## Task goal
Return the records exactly, from the first line through the "plain text (titles, part" line.
*** Opening Material to process ***
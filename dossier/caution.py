"""The safety caution, worded once and shown wherever mains work is concerned."""

MAINS_CAUTION = (
    "Mains voltages can kill. These findings support a review; they do not replace local codes and "
    "regulations, the standards themselves, or inspection by a licensed, qualified person."
)

POWER_UP_CAUTION = (
    "Mains voltages can kill, and charged capacitors stay dangerous after the plug is pulled. "
    "Follow local codes and licensed practice, and do not work alone."
)
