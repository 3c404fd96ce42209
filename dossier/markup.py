"""Putting record text into generated Markdown so that it shows as text and can inject nothing.

Two kinds of record text:
  plain text (titles, part values, captions): every character shows as typed.
  prose (summary, changes, notes): Markdown emphasis, lists and web links keep working, but raw
  HTML, scripts, attribute blocks, images and links to anything but http(s) or mailto show as text.

Everything is escaped before Markdown sees it, so the safety does not depend on which Markdown
extensions a site enables. A page title goes through title_text: the theme prints titles into
<title> and the navigation without escaping them.
"""

from __future__ import annotations

import html
import json
import re

# Characters Python-Markdown treats as syntax inside a line (the tables extension adds '|').
_INLINE_SYNTAX = re.compile(r"([\\`*_\[\]{}|!])")
# Syntax that only counts at the start of a line: headings, quotes, list markers, numbered lists.
_LINE_START = re.compile(r"^(\s*)([#>+\-=](?=\s|$)|#|\d+(?=[.)](?:\s|$)))")
_SAFE_LINK = re.compile(r"^(https?://[^\s()]+|mailto:[^\s()]+)$", re.IGNORECASE)
_INLINE_TARGET = re.compile(r"\]\(\s*(?P<target>[^\s)]*)")
# Anywhere, not only at a line start: inside a list item the definition's indent is stripped first.
_REFERENCE_DEFINITION = re.compile(r"\[(?P<label>[^\]\n]*)\]:\s*(?P<target>\S*)")
# Admonition and collapsible-block markers: record text must not draw a box like the site's own caution.
_BLOCK_MARKER = re.compile(r"^(?P<indent>[ \t]*)(?P<mark>[!?])(?=(?P=mark){2})", re.MULTILINE)
_ATX_HEADING = re.compile(r"^(?P<indent> {0,3})(?P<marks>#{1,6})(?=\s|$)", re.MULTILINE)
_HEADING_SHIFT = 2


def text(value) -> str:
    """Plain text on one line: shows exactly as typed, whatever characters it holds."""
    escaped = _INLINE_SYNTAX.sub(r"\\\1", html.escape(_one_line(value), quote=False))
    return _LINE_START.sub(_escape_line_start, escaped)


def cell(value) -> str:
    """Plain text for a table cell; an empty value shows as a dash."""
    shown = text(value)
    return shown if shown.strip() else "–"


def prose(value, heading_floor: int = 3) -> str:
    """Record Markdown made safe: no HTML, no attribute blocks, only web and mail links, no images."""
    escaped = html.escape(str(value or ""), quote=False).replace("{", "\\{").replace("}", "\\}")
    escaped = _INLINE_TARGET.sub(_neutralise_inline, escaped)
    escaped = _REFERENCE_DEFINITION.sub(_neutralise_definition, escaped)
    escaped = escaped.replace("![", "\\![")
    escaped = _BLOCK_MARKER.sub(lambda m: f"{m['indent']}&#{ord(m['mark'])};", escaped)
    return _separate_lists(_demote_headings(escaped, heading_floor)).strip()


_LIST_ITEM = re.compile(r"^\s{0,3}(?:[-*+]|\d{1,9}[.)])\s+\S")


def _separate_lists(text: str) -> str:
    """A blank line before a list that follows a line of text, as people write lists in notes and changes;
    Markdown would otherwise run the list into the paragraph above it."""
    lines = text.split("\n")
    out: list[str] = []
    for line in lines:
        starts_list = bool(_LIST_ITEM.match(line))
        after_text = bool(out) and out[-1].strip() != "" and not _LIST_ITEM.match(out[-1]) and not out[-1].startswith((" ", "\t"))
        if starts_list and after_text:
            out.append("")
        out.append(line)
    return "\n".join(out)


def title_text(value) -> str:
    """A page or navigation title: HTML-escaped once, on one line (the theme prints it as is)."""
    return html.escape(_one_line(value), quote=True)


def yaml_string(value) -> str:
    """A quoted YAML scalar for generated front matter and config (JSON strings are valid YAML)."""
    return json.dumps(str(value), ensure_ascii=False)


def fence(value) -> str:
    """A fenced code block that no backtick run inside the text can close early."""
    body = str(value or "")
    longest = max((len(run) for run in re.findall(r"`+", body)), default=0)
    marks = "`" * max(3, longest + 1)
    return f"{marks}text\n{body.rstrip()}\n{marks}"


def is_safe_link(target: str) -> bool:
    return bool(_SAFE_LINK.match(target))


def _one_line(value) -> str:
    return " ".join(str(value if value is not None else "").split())


def _escape_line_start(match: re.Match) -> str:
    return f"{match[1]}\\{match[2]}" if not match[2][0].isdigit() else f"{match[1]}{match[2]}\\"


def _neutralise_inline(match: re.Match) -> str:
    if is_safe_link(match["target"]):
        return match[0]
    return "]\\(" + match[0][2:]


def _neutralise_definition(match: re.Match) -> str:
    if is_safe_link(match["target"]):
        return match[0]
    return "\\[" + match[0][1:]


def _demote_headings(body: str, floor: int) -> str:
    """Record headings sit under the page's own: '# x' becomes at least level `floor`."""

    def shift(match: re.Match) -> str:
        level = min(6, max(floor, len(match["marks"]) + _HEADING_SHIFT))
        return match["indent"] + "#" * level

    return _ATX_HEADING.sub(shift, body)
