"""Running every calc over a validated record."""

from __future__ import annotations

from dossier.findings import Finding, Verdict
from dossier.plugins import Calc, load_calcs
from dossier.standards.chemistries import registry as chemistry_registry


def load_plugins() -> list[Calc]:
    """Every installed plugin, checked before any record is read: the calcs, and the battery chemistries a
    record may name. A broken one raises PluginError or ChemistryError naming it (the command exits 3);
    it is never reported as a problem in the user's record."""
    chemistry_registry()
    return load_calcs()


def review(record, calcs: list[Calc]) -> list[Finding]:
    """All findings for one record, calc by calc, in a stable order."""
    findings: list[Finding] = []
    for calc in calcs:
        findings.extend(_run_one(calc, record))
    return findings


def _run_one(calc: Calc, record) -> list[Finding]:
    try:
        found = list(calc.run(record))
    except Exception as error:  # a calc bug must not hide the other calcs' findings
        return [_crashed(calc, error)]
    undeclared = sorted({f.code for f in found} - set(calc.codes))
    if undeclared:
        return found + [_crashed(calc, ValueError(f"emitted undeclared codes {', '.join(undeclared)}"))]
    return found


def _crashed(calc: Calc, error: Exception) -> Finding:
    return Finding(
        code="CALC-ERROR",
        calc=calc.name,
        subject=calc.name,
        title=f"The {calc.title} calc failed",
        verdict=Verdict.FAIL,
        explanation=f"{type(error).__name__}: {error}. This is a fault in the calc, not in the record; please report it.",
    )
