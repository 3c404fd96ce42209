"""Running every calc over a validated record: its findings, and the products later stages use."""

from __future__ import annotations

from dataclasses import dataclass, field

from dossier.findings import Finding, Verdict
from dossier.plugins import Calc, CalcResult, load_calcs
from dossier.standards.chemistries import registry as chemistry_registry


CALC_ERROR = "CALC-ERROR"


@dataclass(frozen=True)
class Review:
    """Every calc's findings, and the products each calc handed on, keyed by calc name then product name.

    A calc that crashed hands on nothing: a later stage that finds no product says so instead of computing it.
    """

    findings: tuple[Finding, ...]
    products: dict[str, dict[str, object]] = field(default_factory=dict)

    def product(self, calc: str, name: str):
        """The product, or None when the calc did not run, crashed or had nothing to hand on."""
        return self.products.get(calc, {}).get(name)


def run_review(record, calcs: list[Calc]) -> Review:
    """All findings for one record, calc by calc, in a stable order, with every calc's products."""
    findings: list[Finding] = []
    products: dict[str, dict[str, object]] = {}
    for calc in calcs:
        found, handed_on = _run_one(calc, record)
        findings.extend(found)
        if handed_on:
            products[calc.name] = handed_on
    return Review(tuple(findings), products)


def load_plugins() -> list[Calc]:
    """Every installed plugin, checked before any record is read: the calcs, and the battery chemistries a
    record may name. A broken one raises PluginError or ChemistryError naming it (the command exits 3);
    it is never reported as a problem in the user's record."""
    chemistry_registry()
    return load_calcs()


def review(record, calcs: list[Calc]) -> list[Finding]:
    """The findings alone, for callers that need no products."""
    return list(run_review(record, calcs).findings)


def _run_one(calc: Calc, record) -> tuple[list[Finding], dict[str, object]]:
    try:
        found, products = _results(calc.run(record))
    except Exception as error:  # a calc bug must not hide the other calcs' findings
        return [_crashed(calc, error)], {}
    wrong = _undeclared(found, products, calc)
    if wrong:
        return found + [_crashed(calc, ValueError(wrong))], {}
    return found, products


def _results(returned) -> tuple[list[Finding], dict[str, object]]:
    products = returned.products if isinstance(returned, CalcResult) else {}
    return list(returned), dict(products)


def _undeclared(found: list[Finding], products: dict[str, object], calc: Calc) -> str:
    codes = sorted({f.code for f in found} - set(calc.codes))
    names = sorted(set(products) - set(calc.products))
    parts = ([f"emitted undeclared codes {', '.join(codes)}"] if codes else [])
    parts += ([f"handed on undeclared products {', '.join(names)}"] if names else [])
    return "; ".join(parts)


def _crashed(calc: Calc, error: Exception) -> Finding:
    return Finding(
        code=CALC_ERROR,
        calc=calc.name,
        subject=calc.name,
        title=f"The {calc.title} calc failed",
        verdict=Verdict.FAIL,
        explanation=f"{type(error).__name__}: {error}. This is a fault in the calc, not in the record; please report it.",
    )
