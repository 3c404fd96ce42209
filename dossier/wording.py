"""Every sentence dossier says about problems and findings is made here, from structured data."""

from __future__ import annotations

import difflib
import re

from dossier.findings import Finding, Measure, Source, Verdict
from dossier.problems import Problem
from dossier.units import fmt, fmt_apart

PROBLEM_TEXT = {
    "missing": "required key is missing",
    "extra_forbidden": "unknown key",
    "missing_unit": "a unit is needed",
    "wrong_dimension": "wrong kind of unit",
    "unknown_unit": "unit not recognised",
    "below_absolute_zero": "impossible temperature",
    "not_a_quantity": "not a value with a unit",
    "duplicate_key": "key given twice",
    "yaml_syntax": "YAML syntax error",
    "yaml_value": "value cannot be read",
    "not_utf8": "file is not UTF-8 text",
    "file_too_large": "file too large",
    "file_unreadable": "file cannot be read",
    "too_many_nodes": "too many values",
    "too_deep": "nesting too deep",
    "control_character": "file holds a control character",
    "yaml_tag": "YAML tags are not allowed",
    "merge_key": "YAML merge keys are not supported",
    "bad_key": "key must be plain text",
    "not_a_mapping": "no keys at the top of the file",
    "revision_mismatch": "revision does not match the file name",
    "id_mismatch": "id does not match the build folder",
    "attachment_missing": "attachment not found",
    "unsafe_path": "path leaves the archive",
    "path_missing": "no such file or folder",
    "literal_error": "not one of the allowed values",
    "string_pattern_mismatch": "text is not in the expected form",
    "unknown_item": "no such item on this revision's checklist",
    "value_not_expected": "this item takes no measured value",
    "build_mismatch": "build does not match the folder",
    "same_person": "the witness must be a second person",
    "temperature_not_rise": "a temperature rise is needed, not a reading",
    "published_changed": "this revision was published and its file has changed since",
    "published_missing": "a published revision's record file is gone",
    "published_file_changed": "a file attached to a published revision has changed",
    "not_published": "this revision has not been published",
    "nothing_to_amend": "nothing to amend",
    "unknown_revision": "no such build or revision",
}
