"""The command line: a thin layer that hands each command to its module in dossier.commands."""

from __future__ import annotations

import sys
from pathlib import Path

import click

from dossier import __version__


class Refused(click.ClickException):
    """Bad input from the user: a message and exit status 2, never a traceback."""

    exit_code = 2


@click.group(context_settings={"help_option_names": ["-h", "--help"]})
@click.version_option(__version__, prog_name="dossier")
def main() -> None:
    """Checked, versioned build records for hand-built mains equipment.

    Mains voltages can kill: dossier's findings support a review and do not replace
    local codes, the standards or a licensed person's inspection.
    """


@main.command()
@click.argument("paths", nargs=-1, required=True, type=click.Path(path_type=Path))
@click.option("--format", "output_format", type=click.Choice(["text", "json"]), default="text", help="text for people, json for machines.")
@click.option("--all", "verbose", is_flag=True, help="Also list the findings that pass.")
def check(paths: tuple[Path, ...], output_format: str, verbose: bool) -> None:
    """Validate records and run every calc. Exit 0 clean, 1 a check failed, 2 a record is invalid."""
    from dossier.commands.check import render, run_check

    outcome = run_check(list(paths), verbose)
    click.echo(render(outcome, output_format == "json"))
    sys.exit(outcome.exit_code)


@main.command()
@click.option("-o", "--output", type=click.Path(path_type=Path), help="Write to this file instead of standard output.")
def schema(output: Path | None) -> None:
    """Print the record's JSON Schema."""
    from dossier.commands.schema import schema_text

    text = schema_text()
    if output is None:
        click.echo(text, nl=False)
    else:
        output.write_text(text, encoding="utf-8")


@main.command()
@click.argument("build_id")
@click.option("--archive", type=click.Path(path_type=Path, file_okay=False), default=Path("."), show_default=True, help="The archive folder.")
def new(build_id: str, archive: Path) -> None:
    """Start a new build: writes BUILD_ID/rev-A.yaml, a commented record to fill in."""
    from dossier.commands.new import NewBuildRefused, scaffold

    try:
        path = scaffold(archive, build_id)
    except NewBuildRefused as refused:
        raise Refused(str(refused)) from None
    click.echo(f"wrote {path}")
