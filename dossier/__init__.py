"""dossier: checked, versioned build records for hand-built mains equipment."""

__version__ = "0.1.0"
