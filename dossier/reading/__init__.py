"""Reading files: YAML with node positions and limits, then one path from any file to a model or located problems."""
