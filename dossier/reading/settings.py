"""The archive's own settings (archive.yaml at the archive's root): who publishes it and what it is."""

from __future__ import annotations

from pathlib import Path

from pydantic import BaseModel, ConfigDict, Field, model_validator

from dossier.reading.model_file import load_model_file
from dossier.record.standard import StandardChoice

SETTINGS_FILE = "archive.yaml"
SETTINGS_EXAMPLE = "club: ..., title: ..."


class TableInterpolation(BaseModel):
    """Interpolating between the rows of the insulation tables, on the club's own authority."""

    model_config = ConfigDict(extra="forbid", frozen=True)

    allowed: bool = Field(False, description="Interpolate linearly between table rows instead of taking the next row up.")
    clause: str = Field("", max_length=300, description="The clause or note of the standard that permits it, as the club reads it.")

    @model_validator(mode="after")
    def _clause_named(self):
        if self.allowed and not self.clause.strip():
            raise ValueError("name the clause that permits interpolation (clause: ...) to allow it")
        return self


class ArchiveSettings(BaseModel):
    model_config = ConfigDict(extra="forbid", frozen=True)

    club: str = Field("", max_length=200, description="Who keeps the archive, shown on every page.")
    title: str = Field("Build archive", min_length=1, max_length=200, description="The site's name.")
    description: str = Field("", max_length=2000, description="One paragraph of Markdown for the archive's front page.")
    table_interpolation: TableInterpolation = Field(
        default_factory=TableInterpolation,
        description="IEC 60664-1 tables: interpolate between rows (allowed: true, with the clause relied on); default: the next row up.",
    )
    standard: StandardChoice | None = Field(
        None,
        description="The product standard for every record that names none, e.g. {name: iec-60335-1, edition: 5}; default: IEC 60664-1 edition 3.",
    )


def load_settings(archive: Path) -> ArchiveSettings:
    """The settings of an archive; an archive without archive.yaml, or with an empty one, gets the defaults."""
    path = archive / SETTINGS_FILE
    if not path.is_file():
        return ArchiveSettings()
    return load_model_file(path, ArchiveSettings, SETTINGS_EXAMPLE, when_empty=ArchiveSettings()).model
*** Closing Material to process ***
## Worked solution
filename dossier/caution.py
"""The safety caution, worded once and shown wherever mains work is concerned."""

MAINS_CAUTION = (
    "Mains voltages can kill. These findings support a review; they do not replace local codes and "
    "regulations, the standards themselves, or inspection by a licensed, qualified person."
)

POWER_UP_CAUTION = (
    "Mains voltages can kill, and charged capacitors stay dangerous after the plug is pulled. "
    "Follow local codes and licensed practice, and do not work alone."
)
repository 3c404fd96ce42209
filename dossier/markup.py
"""Putting record text into generated Markdown so that it shows as text and can inject nothing.

Two kinds of record text:
  plain text (titles, part values, captions): every character shows as typed.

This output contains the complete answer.